[Stored data entries]
// The server's verdict on a coupon, from the same rules package the form uses: the typed sizes are
// read again, the coupon must be one the rules can give ranges for, the bend specimens are judged (or the
// RT/UT result taken) and combined with the visual examination. Pure: no database, no clock.
import {
  RANGES_NOTICE,
  RULES_VERSION,
  RulesInputError,
  criteriaSets,
  evaluateBendTest,
  formatLength,
  parseLength,
  pipeDimensions,
  qualifiedRanges,
  type Coupon,
  type couponRecordInput,
  type recordedDiscontinuitySchema,
  type CriteriaId,
  type CouponEvaluation as StoredEvaluation,
  type CriteriaRef,
  type EvaluationPart,
} from '@beadroll/rules';
import type { z } from 'zod';
import { CODE_NAMES } from '../documents/document-format.js';
import { AppError } from '../lib/errors.js';

export type CouponFields = Omit<z.output<typeof couponRecordInput>, 'welderId'>;
export type Result = 'accept' | 'reject' | 'replace-specimen';
export type Reason = { clause: string; message: string };

export type StoredSpecimen = {
  label?: string;
  kind: 'face' | 'root' | 'side';
  discontinuities: z.output<typeof recordedDiscontinuitySchema>[];
  photoUploadId: string | null;
  result: Result;
  reasons: Reason[];
};

export type StoredExamination =
  | { method: 'bend'; criteria: CriteriaId; additionalCriteria?: CriteriaId; specimens: StoredSpecimen[] }
  | {
      method: 'radiography' | 'ultrasonic';
      result: 'accept' | 'reject';
      reportNumber: string;
      reportUploadId: string | null;
    };

export type CouponEvaluation = {
  coupon: Coupon;
  examination: StoredExamination;
  result: Result;
  reasons: Reason[];
  criteriaId: CriteriaId | null;
  additionalCriteriaId: CriteriaId | null;
  /** Stored with the coupon: the parts, the code's criteria met and any in-house set applied in addition. */
  evaluation: StoredEvaluation;
  rulesVersion: string;
};

const refOf = (c: { id: string; name: string; clause: string; source: string }): CriteriaRef => ({
  id: c.id,
  name: c.name,
  clause: c.clause,
  source: c.source,
});

/** A coupon is judged by its code's criteria; an in-house set only in addition (issue 9). */
function checkCriteria(input: CouponFields): void {
  const ex = input.examination;
  if (ex.method !== 'bend') return;
  const code = input.coupon.code;
  if (ex.criteria !== code)
    throw AppError.validation(
      {
        'examination.criteria': `A ${CODE_NAMES[code]} coupon is judged by the code's own acceptance criteria (${criteriaSets[code].clause}); ${CODE_NAMES[ex.criteria as Coupon['code']] ?? 'shop practice'} criteria can be applied in addition (additionalCriteria), never instead`,
      },
      "The coupon must be judged by its code's acceptance criteria",
    );
}

const prefixed = (prefix: string, fields: Record<string, string>): Record<string, string> =>
  Object.fromEntries(Object.entries(fields).map(([k, v]) => [k ? `${prefix}.${k}` : prefix, v]));

const SAME = 1e-9;

/** Sizes typed on the form, read again; a size the client parsed differently is refused. */
function checkSizes(input: CouponFields, fields: Record<string, string>): void {
  if (input.examination.method !== 'bend') return;
  input.examination.specimens.forEach((s, i) =>
    s.discontinuities.forEach((d, j) => {
      const at = `examination.specimens.${i}.discontinuities.${j}`;
      let parsed;
      try {
        parsed = parseLength(d.sizeText);
      } catch (err) {
        if (!(err instanceof RangeError)) throw err;
        fields[`${at}.sizeText`] =
          err instanceof RulesInputError ? (Object.values(err.fields)[0] ?? err.message) : err.message;
        return;
      }
      if (
        parsed.unit !== d.size.unit ||
        Math.abs(parsed.value - d.size.value) > SAME * Math.max(1, parsed.value)
      )
        fields[`${at}.size`] =
          `"${d.sizeText}" reads as ${formatLength(parsed)}, not ${formatLength(d.size)}`;
    }),
  );
}

function withPipe(input: CouponFields, fields: Record<string, string>): Coupon {
  const coupon = { ...input.coupon };
  if (!input.pipe) return coupon;
  if (coupon.form !== 'pipe') {
    fields.pipe = 'A pipe size was given for a plate coupon';
    return coupon;
  }
  try {
    const d = pipeDimensions(input.pipe.nps, input.pipe.schedule);
    coupon.outsideDiameter ??= d.outsideDiameter;
  } catch (err) {
    if (!(err instanceof RulesInputError)) throw err;
    Object.assign(fields, prefixed('pipe', err.fields));
  }
  return coupon;
}

const visualReason = (code: Coupon['code']): Reason => ({
  clause: `${CODE_NAMES[code]} visual examination`,
  message: 'Visual examination rejected',
});

const RANK: Record<Result, number> = { accept: 0, 'replace-specimen': 1, reject: 2 };

/** Evaluates a coupon as recorded; throws AppError 400 with the fields at fault. */
export function evaluateCoupon(input: CouponFields): CouponEvaluation {
  const fields: Record<string, string> = {};
  const coupon = withPipe(input, fields);
  checkSizes(input, fields);
  if (Object.keys(fields).length > 0) throw AppError.validation(fields);
  checkCriteria(input);

  try {
    qualifiedRanges(coupon);
  } catch (err) {
    if (err instanceof RulesInputError)
      throw AppError.validation(prefixed('coupon', err.fields), err.message);
    throw err;
  }

  let examination: StoredExamination;
  let examResult: Result;
  let reasons: Reason[] = [];
  const ex = input.examination;
  const extra =
    ex.method === 'bend' && ex.additionalCriteria && ex.additionalCriteria !== coupon.code
      ? ex.additionalCriteria
      : null;
  let examPart: EvaluationPart;
  if (ex.method === 'bend') {
    const specimens = ex.specimens.map((s) => ({
      ...(s.label ? { id: s.label } : {}),
      kind: s.kind,
      discontinuities: s.discontinuities.map((d) => ({
        size: d.size,
        location: d.location,
        fusionRelated: d.fusionRelated,
        ...(d.type ? { type: d.type } : {}),
      })),
    }));
    const judge = (criteria: CriteriaId) => {
      try {
        return evaluateBendTest({ criteria, wallThickness: coupon.thickness, specimens });
      } catch (err) {
        if (err instanceof RulesInputError)
          throw AppError.validation(prefixed('examination', err.fields), err.message);
        throw err;
      }
    };
    const byCode = judge(ex.criteria);
    const byExtra = extra ? judge(extra) : null;
    // the in-house set only adds: each specimen takes the worse of the two verdicts
    const evaluation = byExtra
      ? {
          ...byCode,
          result:
            RANK[byExtra.result as Result] > RANK[byCode.result as Result] ? byExtra.result : byCode.result,
          specimens: byCode.specimens.map((s, i) => {
            const e = byExtra.specimens[i];
            if (!e || RANK[e.result as Result] <= RANK[s.result as Result])
              return { ...s, reasons: [...s.reasons, ...(e?.reasons ?? [])] };
            return { ...s, result: e.result, reasons: [...s.reasons, ...e.reasons] };
          }),
        }
      : byCode;
    // a short or mixed specimen set is never judged as a whole (QW-302.3, QW-452.1(a))
    if (evaluation.result === 'incomplete')
      throw AppError.validation(
        { 'examination.specimens': evaluation.completeness[0]?.message ?? 'The specimen set is incomplete' },
        'The bend specimen set is incomplete',
      );
    examResult = evaluation.result;
    examination = {
      method: 'bend',
      criteria: ex.criteria,
      ...(extra ? { additionalCriteria: extra } : {}),
      specimens: ex.specimens.map((s, i) => {
        const e = evaluation.specimens[i];
        return {
          ...(s.label ? { label: s.label } : {}),
          kind: s.kind,
          discontinuities: s.discontinuities,
          photoUploadId: s.photoUploadId ?? null,
          result: e?.result === 'incomplete' || !e ? 'accept' : e.result,
          reasons: e?.reasons ?? [],
        };
      }),
    };
    reasons = examination.specimens.flatMap((s) =>
      s.reasons.map((r) => ({ clause: r.clause, message: s.label ? `${s.label}: ${r.message}` : r.message })),
    );
    examPart = {
      kind: 'bend',
      result: examResult,
      criteria: [refOf(criteriaSets[ex.criteria]), ...(extra ? [refOf(criteriaSets[extra])] : [])],
      reasons,
      notes: evaluation.specimens.flatMap((s) => s.notes),
      items: examination.specimens.map((s) => ({
        ...(s.label ? { id: s.label } : {}),
        kind: s.kind,
        result: s.result,
        reasons: s.reasons,
      })),
    };
  } else {
    examResult = ex.result;
    examination = {
      method: ex.method,
      result: ex.result,
      reportNumber: ex.reportNumber,
      reportUploadId: ex.reportUploadId ?? null,
    };
    const words = ex.method === 'radiography' ? 'Radiographic' : 'Ultrasonic';
    if (ex.result === 'reject')
      reasons.push({
        clause: `${CODE_NAMES[coupon.code]} ${words.toLowerCase()} examination`,
        message: `${words} examination rejected${ex.reportNumber ? ` (report ${ex.reportNumber})` : ''}`,
      });
    examPart = {
      kind: ex.method,
      result: examResult,
      criteria: [
        {
          id: `${coupon.code}-${ex.method}`,
          name: `${words} examination report`,
          clause: `${CODE_NAMES[coupon.code]} ${words.toLowerCase()} examination`,
          source: "the examination report's verdict",
        },
      ],
      reasons: [...reasons],
      notes: [],
    };
  }
  const visualPart: EvaluationPart = {
    kind: 'visual',
    result: input.visual,
    criteria: [],
    reasons: input.visual === 'reject' ? [visualReason(coupon.code)] : [],
    notes: [],
  };

  let result = examResult;
  if (input.visual === 'reject') {
    result = 'reject';
    reasons = [visualReason(coupon.code), ...reasons];
  }
  if (RANK[examResult] > RANK[result]) result = examResult;

  if (input.claimedResult && input.claimedResult !== result) {
    const first = reasons[0];
    throw AppError.validation(
      {
        claimedResult: `The evaluation gives ${result}, not ${input.claimedResult}: ${
          first ? `${first.message} (${first.clause})` : 'no discontinuity exceeds the criteria'
        }`,
      },
      'The recorded verdict disagrees with the evaluation',
    );
  }

  const codeSet = criteriaSets[coupon.code];
  return {
    coupon,
    examination,
    result,
    reasons,
    criteriaId: ex.method === 'bend' ? ex.criteria : null,
    additionalCriteriaId: extra,
    evaluation: {
      result,
      // a visual reject stops the examination there
      parts: input.visual === 'reject' ? [visualPart] : [visualPart, examPart],
      reasons,
      codeCriteria: refOf(codeSet),
      additionalCriteria: extra ? refOf(criteriaSets[extra]) : null,
      rulesVersion: RULES_VERSION,
      notice: RANGES_NOTICE,
    },
    rulesVersion: RULES_VERSION,
  };
}

/** The uploads a coupon refers to, each with the field that names it. */
export function attachmentRefs(input: CouponFields): Array<{ field: string; id: string }> {
  const ex = input.examination;
  if (ex.method === 'bend')
    return ex.specimens.flatMap((s, i) =>
      s.photoUploadId ? [{ field: `examination.specimens.${i}.photoUploadId`, id: s.photoUploadId }] : [],
    );
  return ex.reportUploadId ? [{ field: 'examination.reportUploadId', id: ex.reportUploadId }] : [];
}

/** Why a WPS cannot back this coupon, or null when it can. */
export function procedureProblem(
  p: { number: string; revision: string; code: string; processes: string[]; status: string },
  coupon: { code: Coupon['code']; process: string },
): string | null {
  const name = `WPS ${p.number} rev ${p.revision}`;
  if (p.status !== 'active') return `${name} is superseded`;
  if (p.code !== coupon.code)
    return `${name} is for ${CODE_NAMES[p.code as Coupon['code']] ?? p.code}, not ${CODE_NAMES[coupon.code]}`;
  if (!p.processes.includes(coupon.process)) return `${name} does not cover ${coupon.process}`;
  return null;
}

* **Task item**
Reproduce, character for character, only the lines of the preceding data that start at the line with "string; name: string;" and end at the line with "const SAME = 1e-9;", both included.

* **Expected answer**
const refOf = (c: { id: string; name: string; clause: string; source: string }): CriteriaRef => ({
  id: c.id,
  name: c.name,
  clause: c.clause,
  source: c.source,
});

/** A coupon is judged by its code's criteria; an in-house set only in addition (issue 9). */
function checkCriteria(input: CouponFields): void {
  const ex = input.examination;
  if (ex.method !== 'bend') return;
  const code = input.coupon.code;
  if (ex.criteria !== code)
    throw AppError.validation(
      {
        'examination.criteria': `A ${CODE_NAMES[code]} coupon is judged by the code's own acceptance criteria (${criteriaSets[code].clause}); ${CODE_NAMES[ex.criteria as Coupon['code']] ?? 'shop practice'} criteria can be applied in addition (additionalCriteria), never instead`,
      },
      "The coupon must be judged by its code's acceptance criteria",
    );
}

const prefixed = (prefix: string, fields: Record<string, string>): Record<string, string> =>
  Object.fromEntries(Object.entries(fields).map(([k, v]) => [k ? `${prefix}.${k}` : prefix, v]));

const SAME = 1e-9;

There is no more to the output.